**Available data**
○ ○ ○

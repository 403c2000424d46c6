// Cycle models against textbook worked examples and a published correlation, all recalled from memory
// (flagged on each line). The books' refrigerant tables predate or round the equation domeprint uses,
// so absolute enthalpies may differ by a few hundredths of a kJ/kg and derived figures by their last digit;
// each tolerance says which. Inputs are the books' stated conditions; nothing here was computed by domeprint first.
import { describe, expect, it } from "vitest";
import { flashPX, getFluid } from "../../src/eos/index.js";
import { findPoint, optimiseHighPressure, singleStageCycle, twoStageCycle, type CycleResult, type Role } from "../../src/cycle/index.js";
import { rel } from "../support.js";

const kJ = 1e3, MPa = 1e6;
const h = (r: CycleResult, role: Role) => findPoint(r.points, role)!.state.h / kJ;

describe("Cengel & Boles, Thermodynamics: An Engineering Approach, 5th ed., Example 11-1 (ideal cycle, R-134a, 0.14/0.8 MPa, 0.05 kg/s; from memory)", () => {
  // The book's R-134a tables put h = s = 0 for saturated liquid at −40 °C: domeprint's ashrae reference.
  const r = singleStageCycle({ fluid: "R134a", reference: "ashrae", evaporating: { p: 0.14 * MPa }, condensing: { p: 0.8 * MPa }, compressor: { efficiency: 1 } });
  const m = 0.05; // kg/s, the book's mass flow
  it("state enthalpies h1 = 239.16, h2 = 275.39, h3 = h4 = 95.47 kJ/kg within 0.1 kJ/kg (book tables)", () => {
    expect(Math.abs(h(r, "compressor-suction") - 239.16)).toBeLessThan(0.1); // from memory
    expect(Math.abs(h(r, "compressor-discharge") - 275.39)).toBeLessThan(0.1); // from memory
    expect(Math.abs(h(r, "condenser-outlet") - 95.47)).toBeLessThan(0.1); // from memory
    expect(Math.abs(h(r, "evaporator-inlet") - 95.47)).toBeLessThan(0.1); // from memory
  });
  it("Q_L = 7.18 kW, W_in = 1.81 kW, Q_H = 8.99 kW (printed to 0.01 kW), COP_R = 3.97 (printed to 0.01)", () => {
    expect(Math.abs((m * r.performance.refrigeratingEffect) / kJ - 7.18)).toBeLessThan(0.01); // from memory
    expect(Math.abs((m * r.performance.compressorWork) / kJ - 1.81)).toBeLessThan(0.01); // from memory
    expect(Math.abs((m * r.performance.heatRejected) / kJ - 8.99)).toBeLessThan(0.01); // from memory
    expect(Math.abs(r.performance.copCooling - 3.97)).toBeLessThan(0.01); // from memory
  });
});

describe("Cengel & Boles, 5th ed., Example 11-2 (actual cycle, R-134a: 0.14 MPa −10 °C in, 0.8 MPa 50 °C out, 26 °C and 0.72 MPa after the condenser; from memory)", () => {
  // The book's states map onto domeprint's inputs: the superheat and subcooling are the book's temperatures
  // measured from saturation at the book's pressures; the 0.08 MPa between compressor and condenser is a discharge drop.
  const f = getFluid("R134a");
  const superheat = 263.15 - flashPX(f, 0.14 * MPa, 1).T;
  const subcooling = flashPX(f, 0.72 * MPa, 0).T - 299.15;
  const r = singleStageCycle({
    fluid: f, reference: "ashrae", evaporating: { p: 0.14 * MPa }, condensing: { p: 0.72 * MPa }, superheat, subcooling,
    dischargeDrop: 0.08 * MPa, compressor: { dischargeTemperature: 323.15 },
  });
  const m = 0.05;
  it("h1 = 246.36, h2 = 286.69 kJ/kg within 0.1 kJ/kg; h3 = 87.83 kJ/kg (book: saturated liquid at 26 °C) within 0.1 kJ/kg", () => {
    expect(Math.abs(h(r, "compressor-suction") - 246.36)).toBeLessThan(0.1); // from memory
    expect(Math.abs(h(r, "compressor-discharge") - 286.69)).toBeLessThan(0.1); // from memory
    expect(Math.abs(h(r, "condenser-outlet") - 87.83)).toBeLessThan(0.1); // from memory
  });
  it("Q_L = 7.93 kW, W_in = 2.02 kW (printed to 0.01 kW), isentropic efficiency 93.9 % (printed to 0.1 %), COP_R = 3.93", () => {
    expect(Math.abs((m * r.performance.refrigeratingEffect) / kJ - 7.93)).toBeLessThan(0.01); // from memory
    expect(Math.abs((m * r.performance.compressorWork) / kJ - 2.02)).toBeLessThan(0.01); // from memory
    expect(Math.abs(r.stages[0]!.efficiency - 0.939)).toBeLessThan(0.002); // from memory
    expect(Math.abs(r.performance.copCooling - 3.93)).toBeLessThan(0.01); // from memory
  });
});

describe("Cengel & Boles, 5th ed., Example 11-5 (two-stage with flash chamber, R-134a, 0.8/0.32/0.14 MPa, isentropic; from memory)", () => {
  const r = twoStageCycle({
    fluid: "R134a", reference: "ashrae", evaporating: { p: 0.14 * MPa }, condensing: { p: 0.8 * MPa }, intermediate: { p: 0.32 * MPa },
    arrangement: "flash-tank", lowStage: { efficiency: 1 }, highStage: { efficiency: 1 },
  });
  // The book counts per kg through the condenser; domeprint per kg through the evaporator.
  const perCondenserKg = 1 / findPoint(r.points, "condenser-outlet")!.flow;
  it("fraction flashing in the chamber x6 = 0.2049 (printed to 1e-4)", () => {
    expect(Math.abs(findPoint(r.points, "flash-tank-inlet")!.state.x! - 0.2049)).toBeLessThan(3e-4); // from memory
  });
  it("q_L = 146.3 kJ/kg and w_in = 32.71 kJ/kg per kg through the condenser, COP_R = 4.47", () => {
    expect(Math.abs((r.performance.refrigeratingEffect * perCondenserKg) / kJ - 146.3)).toBeLessThan(0.15); // from memory
    expect(Math.abs((r.performance.compressorWork * perCondenserKg) / kJ - 32.71)).toBeLessThan(0.05); // from memory
    expect(Math.abs(r.performance.copCooling - 4.47)).toBeLessThan(0.01); // from memory
  });
  it("mixed high-stage suction h9 = 255.1 kJ/kg, high-stage discharge h4 = 274.48 kJ/kg (book tables, within 0.1 kJ/kg)", () => {
    expect(Math.abs(h(r, "high-stage-suction") - 255.1)).toBeLessThan(0.1); // from memory
    expect(Math.abs(h(r, "high-stage-discharge") - 274.48)).toBeLessThan(0.1); // from memory
  });
});

describe("Moran & Shapiro, Fundamentals of Engineering Thermodynamics, 5th ed., Example 10.1 (ideal cycle, R-134a, 0 °C / 26 °C, 0.08 kg/s; from memory)", () => {
  // The book's R-134a tables come from an older formulation with another reference, so only differences
  // of enthalpy are compared: the capacity within 1 %, the COP within 1.5 % (the small lift makes the
  // work, ≈17 kJ/kg, sensitive to table values), the power to the 0.1 kW the book prints.
  const r = singleStageCycle({ fluid: "R134a", evaporating: { T: 273.15 }, condensing: { T: 299.15 }, compressor: { efficiency: 1 } });
  const m = 0.08;
  it("compressor power 1.4 kW (printed to 0.1 kW), capacity 3.67 tons of refrigeration, COP 9.24", () => {
    expect(Math.abs((m * r.performance.compressorWork) / kJ - 1.4)).toBeLessThan(0.05); // from memory
    expect(rel((m * r.performance.refrigeratingEffect) / 3516.85, 3.67)).toBeLessThan(0.01); // from memory; 1 ton = 12000 Btu/h = 3.51685 kW
    expect(rel(r.performance.copCooling, 9.24)).toBeLessThan(0.015); // from memory
  });
  it("Carnot COP 10.5 between 0 °C and 26 °C bounds the cycle's COP from above", () => {
    expect(273.15 / 26).toBeCloseTo(10.5, 1); // the book's β_max (from memory), as the Carnot formula gives it
    expect(r.performance.copCooling).toBeLessThan(273.15 / 26);
  });
});

describe("transcritical CO2: optimum high-side pressure against the correlation of Liao, Zhao & Jakobsen, Applied Thermal Engineering 20 (2000) 831–841 (from memory)", () => {
  // p_opt = (2.778 − 0.0157 t_e) t_gc + (0.381 t_e − 9.34) bar, t in °C. The paper fitted its own cycle model
  // (compressor efficiency varying with pressure ratio); domeprint's search uses a constant 0.75 here, and the
  // COP curve is flat near its peak, so agreement within 5 bar is what can be asked.
  const cases: [number, number][] = [[-10, 35], [0, 40], [5, 45]];
  for (const [te, tgc] of cases) {
    const liao = (2.778 - 0.0157 * te) * tgc + (0.381 * te - 9.34);
    it(`t_e = ${te} °C, t_gc = ${tgc} °C: correlation ${liao.toFixed(1)} bar`, () => {
      const r = optimiseHighPressure({ fluid: "co2", evaporating: { T: 273.15 + te }, gasCoolerOutlet: 273.15 + tgc, compressor: { efficiency: 0.75 } });
      expect(r.optimum!.atBound).toBe(false);
      expect(Math.abs(r.optimum!.pressure / 1e5 - liao)).toBeLessThan(5);
    });
  }
});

○ ○ ○

**Your task**
The required answer is the exact run of lines above starting at the line with "high-stage suction h9" and ending at the line with "lift makes the", with both ends present.

**Task result**
  it("mixed high-stage suction h9 = 255.1 kJ/kg, high-stage discharge h4 = 274.48 kJ/kg (book tables, within 0.1 kJ/kg)", () => {
    expect(Math.abs(h(r, "high-stage-suction") - 255.1)).toBeLessThan(0.1); // from memory
    expect(Math.abs(h(r, "high-stage-discharge") - 274.48)).toBeLessThan(0.1); // from memory
  });
});

describe("Moran & Shapiro, Fundamentals of Engineering Thermodynamics, 5th ed., Example 10.1 (ideal cycle, R-134a, 0 °C / 26 °C, 0.08 kg/s; from memory)", () => {
  // The book's R-134a tables come from an older formulation with another reference, so only differences
  // of enthalpy are compared: the capacity within 1 %, the COP within 1.5 % (the small lift makes the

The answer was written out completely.